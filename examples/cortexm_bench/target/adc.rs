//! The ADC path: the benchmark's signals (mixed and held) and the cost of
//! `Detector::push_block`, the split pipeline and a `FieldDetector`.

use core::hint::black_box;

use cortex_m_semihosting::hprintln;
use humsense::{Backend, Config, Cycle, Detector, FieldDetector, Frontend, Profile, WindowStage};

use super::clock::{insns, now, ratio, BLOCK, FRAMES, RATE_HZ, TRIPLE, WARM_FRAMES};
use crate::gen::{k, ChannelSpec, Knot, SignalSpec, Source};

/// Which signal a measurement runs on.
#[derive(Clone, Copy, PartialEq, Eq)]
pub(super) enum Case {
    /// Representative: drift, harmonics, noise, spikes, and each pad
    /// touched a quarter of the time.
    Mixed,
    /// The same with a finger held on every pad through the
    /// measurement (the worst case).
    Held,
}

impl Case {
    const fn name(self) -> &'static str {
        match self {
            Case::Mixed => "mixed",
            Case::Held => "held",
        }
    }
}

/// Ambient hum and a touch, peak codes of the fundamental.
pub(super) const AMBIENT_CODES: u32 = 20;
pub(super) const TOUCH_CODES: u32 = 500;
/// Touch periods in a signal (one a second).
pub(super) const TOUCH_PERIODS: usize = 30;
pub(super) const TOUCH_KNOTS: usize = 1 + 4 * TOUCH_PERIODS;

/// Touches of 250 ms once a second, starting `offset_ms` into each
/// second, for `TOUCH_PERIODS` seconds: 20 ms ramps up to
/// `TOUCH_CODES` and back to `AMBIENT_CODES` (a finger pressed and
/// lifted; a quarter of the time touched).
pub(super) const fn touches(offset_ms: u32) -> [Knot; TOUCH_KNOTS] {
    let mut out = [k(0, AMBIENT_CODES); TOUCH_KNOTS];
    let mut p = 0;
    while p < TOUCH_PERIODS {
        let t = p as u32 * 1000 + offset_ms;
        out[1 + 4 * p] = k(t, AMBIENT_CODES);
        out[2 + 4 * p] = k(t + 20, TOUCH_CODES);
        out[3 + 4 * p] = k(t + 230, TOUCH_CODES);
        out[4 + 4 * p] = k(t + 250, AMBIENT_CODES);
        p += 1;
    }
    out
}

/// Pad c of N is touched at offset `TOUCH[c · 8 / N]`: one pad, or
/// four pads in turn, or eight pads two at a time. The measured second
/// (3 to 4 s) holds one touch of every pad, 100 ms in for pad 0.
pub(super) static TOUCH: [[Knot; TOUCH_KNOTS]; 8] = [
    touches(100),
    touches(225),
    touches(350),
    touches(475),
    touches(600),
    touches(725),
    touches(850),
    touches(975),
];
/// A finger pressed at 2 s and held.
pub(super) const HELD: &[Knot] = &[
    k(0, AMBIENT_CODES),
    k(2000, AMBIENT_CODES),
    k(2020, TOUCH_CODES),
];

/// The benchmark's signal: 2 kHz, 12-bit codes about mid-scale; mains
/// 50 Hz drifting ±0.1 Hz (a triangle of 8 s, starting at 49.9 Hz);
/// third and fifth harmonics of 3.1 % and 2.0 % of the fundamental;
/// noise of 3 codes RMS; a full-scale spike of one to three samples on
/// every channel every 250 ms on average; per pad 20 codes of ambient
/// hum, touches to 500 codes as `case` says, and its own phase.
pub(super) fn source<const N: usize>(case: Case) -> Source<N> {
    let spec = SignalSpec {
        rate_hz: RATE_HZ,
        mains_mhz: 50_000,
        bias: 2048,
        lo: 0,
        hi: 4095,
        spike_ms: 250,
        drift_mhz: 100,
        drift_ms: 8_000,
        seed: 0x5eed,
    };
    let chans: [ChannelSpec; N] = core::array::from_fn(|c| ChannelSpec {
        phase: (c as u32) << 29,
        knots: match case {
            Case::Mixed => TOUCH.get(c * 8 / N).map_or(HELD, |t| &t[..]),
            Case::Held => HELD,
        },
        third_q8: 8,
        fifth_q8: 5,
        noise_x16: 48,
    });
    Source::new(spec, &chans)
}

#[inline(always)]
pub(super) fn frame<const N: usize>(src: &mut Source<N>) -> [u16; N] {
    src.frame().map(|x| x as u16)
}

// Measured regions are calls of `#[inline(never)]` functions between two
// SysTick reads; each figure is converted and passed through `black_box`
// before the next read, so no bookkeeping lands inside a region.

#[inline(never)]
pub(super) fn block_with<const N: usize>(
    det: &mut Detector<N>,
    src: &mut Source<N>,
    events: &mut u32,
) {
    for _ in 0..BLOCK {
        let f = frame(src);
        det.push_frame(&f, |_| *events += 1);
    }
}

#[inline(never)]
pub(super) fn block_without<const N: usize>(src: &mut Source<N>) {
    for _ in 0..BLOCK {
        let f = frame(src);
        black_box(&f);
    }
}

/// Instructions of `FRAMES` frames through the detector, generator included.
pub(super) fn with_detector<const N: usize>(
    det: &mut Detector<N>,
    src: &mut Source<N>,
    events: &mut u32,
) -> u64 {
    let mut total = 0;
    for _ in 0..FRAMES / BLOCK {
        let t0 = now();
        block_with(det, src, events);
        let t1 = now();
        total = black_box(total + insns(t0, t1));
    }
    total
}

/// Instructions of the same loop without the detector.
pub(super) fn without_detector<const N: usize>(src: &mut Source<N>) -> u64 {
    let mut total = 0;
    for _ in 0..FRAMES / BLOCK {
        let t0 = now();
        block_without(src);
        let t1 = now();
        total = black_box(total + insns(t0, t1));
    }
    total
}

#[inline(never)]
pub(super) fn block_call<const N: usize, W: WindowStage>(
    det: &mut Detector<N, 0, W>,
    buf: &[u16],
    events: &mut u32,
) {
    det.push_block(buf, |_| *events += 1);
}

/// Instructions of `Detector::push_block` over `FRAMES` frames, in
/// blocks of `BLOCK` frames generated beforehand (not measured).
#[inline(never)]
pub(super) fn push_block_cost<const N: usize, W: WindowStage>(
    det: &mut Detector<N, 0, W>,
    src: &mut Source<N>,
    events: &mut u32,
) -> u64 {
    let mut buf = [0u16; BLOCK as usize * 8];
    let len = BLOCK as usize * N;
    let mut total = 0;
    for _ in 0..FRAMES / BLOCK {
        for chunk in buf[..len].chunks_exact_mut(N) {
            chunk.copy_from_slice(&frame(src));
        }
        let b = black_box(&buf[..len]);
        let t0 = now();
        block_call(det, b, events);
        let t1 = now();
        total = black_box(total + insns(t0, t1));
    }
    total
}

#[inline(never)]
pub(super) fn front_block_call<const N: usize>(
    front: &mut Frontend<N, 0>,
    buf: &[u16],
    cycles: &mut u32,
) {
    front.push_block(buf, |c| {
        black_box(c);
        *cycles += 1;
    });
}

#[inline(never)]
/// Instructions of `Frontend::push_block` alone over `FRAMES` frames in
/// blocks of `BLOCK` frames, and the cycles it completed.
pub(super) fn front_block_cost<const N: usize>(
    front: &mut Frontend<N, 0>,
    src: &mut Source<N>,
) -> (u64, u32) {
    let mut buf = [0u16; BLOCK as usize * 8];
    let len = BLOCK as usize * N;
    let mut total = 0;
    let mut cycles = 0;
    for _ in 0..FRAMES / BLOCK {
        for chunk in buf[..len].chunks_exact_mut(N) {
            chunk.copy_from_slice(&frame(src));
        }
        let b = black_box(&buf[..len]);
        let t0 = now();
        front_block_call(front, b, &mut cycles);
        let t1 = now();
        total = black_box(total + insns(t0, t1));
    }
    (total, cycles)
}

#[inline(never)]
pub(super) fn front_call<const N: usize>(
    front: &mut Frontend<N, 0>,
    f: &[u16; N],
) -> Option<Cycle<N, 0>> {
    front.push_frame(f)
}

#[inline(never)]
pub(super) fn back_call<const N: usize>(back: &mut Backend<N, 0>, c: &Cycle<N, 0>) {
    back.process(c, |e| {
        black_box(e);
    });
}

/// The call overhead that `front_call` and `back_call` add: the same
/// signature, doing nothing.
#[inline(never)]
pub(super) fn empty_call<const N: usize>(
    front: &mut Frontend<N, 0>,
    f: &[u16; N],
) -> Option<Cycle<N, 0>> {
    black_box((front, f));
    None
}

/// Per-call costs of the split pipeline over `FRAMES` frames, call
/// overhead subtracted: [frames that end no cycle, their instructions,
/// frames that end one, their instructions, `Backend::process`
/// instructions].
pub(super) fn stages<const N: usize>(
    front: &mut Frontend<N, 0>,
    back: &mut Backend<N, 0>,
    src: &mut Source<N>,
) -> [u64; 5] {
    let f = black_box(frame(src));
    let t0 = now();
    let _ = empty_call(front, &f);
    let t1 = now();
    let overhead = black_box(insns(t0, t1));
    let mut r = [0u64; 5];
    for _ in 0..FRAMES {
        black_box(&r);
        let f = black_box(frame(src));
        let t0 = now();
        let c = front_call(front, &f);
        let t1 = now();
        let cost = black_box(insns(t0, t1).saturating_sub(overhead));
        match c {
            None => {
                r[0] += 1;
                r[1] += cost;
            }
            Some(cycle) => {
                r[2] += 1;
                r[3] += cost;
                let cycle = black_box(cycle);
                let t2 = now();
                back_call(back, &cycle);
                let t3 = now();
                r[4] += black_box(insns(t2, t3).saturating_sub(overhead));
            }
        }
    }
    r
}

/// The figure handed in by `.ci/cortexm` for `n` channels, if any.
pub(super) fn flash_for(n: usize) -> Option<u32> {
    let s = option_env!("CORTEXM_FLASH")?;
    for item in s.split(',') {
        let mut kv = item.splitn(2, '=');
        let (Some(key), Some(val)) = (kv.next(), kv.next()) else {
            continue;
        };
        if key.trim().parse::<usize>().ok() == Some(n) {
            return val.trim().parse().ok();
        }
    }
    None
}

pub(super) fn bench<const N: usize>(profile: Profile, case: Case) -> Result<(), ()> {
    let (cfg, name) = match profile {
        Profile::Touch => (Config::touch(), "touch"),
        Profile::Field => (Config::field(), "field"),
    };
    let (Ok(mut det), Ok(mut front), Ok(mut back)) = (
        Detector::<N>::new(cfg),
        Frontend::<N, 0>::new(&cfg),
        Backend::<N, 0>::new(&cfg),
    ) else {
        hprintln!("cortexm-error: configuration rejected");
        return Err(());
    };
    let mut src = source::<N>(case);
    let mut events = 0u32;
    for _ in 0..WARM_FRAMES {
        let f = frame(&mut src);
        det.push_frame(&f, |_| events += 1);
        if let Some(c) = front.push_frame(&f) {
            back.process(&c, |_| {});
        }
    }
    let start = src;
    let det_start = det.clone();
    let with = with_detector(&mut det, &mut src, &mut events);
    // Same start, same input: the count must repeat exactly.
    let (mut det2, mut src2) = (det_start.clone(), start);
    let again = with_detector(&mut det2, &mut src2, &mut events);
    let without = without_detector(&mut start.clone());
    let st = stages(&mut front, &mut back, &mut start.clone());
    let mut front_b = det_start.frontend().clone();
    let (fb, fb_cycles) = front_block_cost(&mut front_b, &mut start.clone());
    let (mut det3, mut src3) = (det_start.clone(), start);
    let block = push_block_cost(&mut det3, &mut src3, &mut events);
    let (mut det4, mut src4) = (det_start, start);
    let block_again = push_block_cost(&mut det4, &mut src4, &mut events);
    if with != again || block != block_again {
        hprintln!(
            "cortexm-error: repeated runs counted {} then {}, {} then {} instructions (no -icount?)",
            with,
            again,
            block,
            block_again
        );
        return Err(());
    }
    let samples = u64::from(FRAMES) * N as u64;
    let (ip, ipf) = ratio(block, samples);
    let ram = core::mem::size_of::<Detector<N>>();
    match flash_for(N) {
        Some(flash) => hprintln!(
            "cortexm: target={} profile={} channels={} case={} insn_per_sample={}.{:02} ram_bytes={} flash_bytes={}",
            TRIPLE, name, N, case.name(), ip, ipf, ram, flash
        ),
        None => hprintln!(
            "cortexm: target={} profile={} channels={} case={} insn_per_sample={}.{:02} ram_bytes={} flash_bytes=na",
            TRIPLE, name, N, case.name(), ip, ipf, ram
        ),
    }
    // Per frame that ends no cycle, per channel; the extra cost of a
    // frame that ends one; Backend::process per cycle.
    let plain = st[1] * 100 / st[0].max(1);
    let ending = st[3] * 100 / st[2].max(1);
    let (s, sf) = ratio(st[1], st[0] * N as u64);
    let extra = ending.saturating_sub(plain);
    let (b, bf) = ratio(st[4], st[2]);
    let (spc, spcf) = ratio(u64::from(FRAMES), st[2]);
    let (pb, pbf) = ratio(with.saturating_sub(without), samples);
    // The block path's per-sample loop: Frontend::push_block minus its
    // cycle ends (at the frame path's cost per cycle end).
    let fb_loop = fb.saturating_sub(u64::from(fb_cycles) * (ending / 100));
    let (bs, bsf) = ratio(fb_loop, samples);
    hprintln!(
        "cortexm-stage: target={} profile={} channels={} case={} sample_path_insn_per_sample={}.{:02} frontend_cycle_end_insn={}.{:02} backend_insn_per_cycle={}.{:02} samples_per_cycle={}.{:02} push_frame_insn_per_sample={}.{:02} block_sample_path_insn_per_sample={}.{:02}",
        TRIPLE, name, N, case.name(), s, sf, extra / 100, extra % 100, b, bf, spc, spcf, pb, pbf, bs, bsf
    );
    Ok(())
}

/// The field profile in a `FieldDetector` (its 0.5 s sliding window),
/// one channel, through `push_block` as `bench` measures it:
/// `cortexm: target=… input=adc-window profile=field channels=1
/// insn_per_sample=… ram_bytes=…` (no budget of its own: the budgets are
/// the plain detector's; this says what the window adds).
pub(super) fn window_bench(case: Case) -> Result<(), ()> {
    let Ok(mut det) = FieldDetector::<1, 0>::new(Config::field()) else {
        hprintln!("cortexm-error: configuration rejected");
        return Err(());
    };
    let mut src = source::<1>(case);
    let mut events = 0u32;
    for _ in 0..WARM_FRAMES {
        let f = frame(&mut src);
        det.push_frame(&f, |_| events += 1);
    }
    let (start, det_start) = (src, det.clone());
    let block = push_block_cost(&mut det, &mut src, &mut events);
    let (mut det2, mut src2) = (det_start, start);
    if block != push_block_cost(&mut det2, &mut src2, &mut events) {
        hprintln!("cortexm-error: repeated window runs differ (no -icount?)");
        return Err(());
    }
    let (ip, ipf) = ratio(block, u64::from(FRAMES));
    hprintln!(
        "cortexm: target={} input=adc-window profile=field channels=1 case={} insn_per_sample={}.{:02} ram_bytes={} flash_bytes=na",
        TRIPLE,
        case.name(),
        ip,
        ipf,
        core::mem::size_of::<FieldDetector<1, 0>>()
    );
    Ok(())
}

[Exercise brief] Copy down each line in the entries that has the word "pipeline".

[Exercise output]
//! `Detector::push_block`, the split pipeline and a `FieldDetector`.
/// Per-call costs of the split pipeline over `FRAMES` frames, call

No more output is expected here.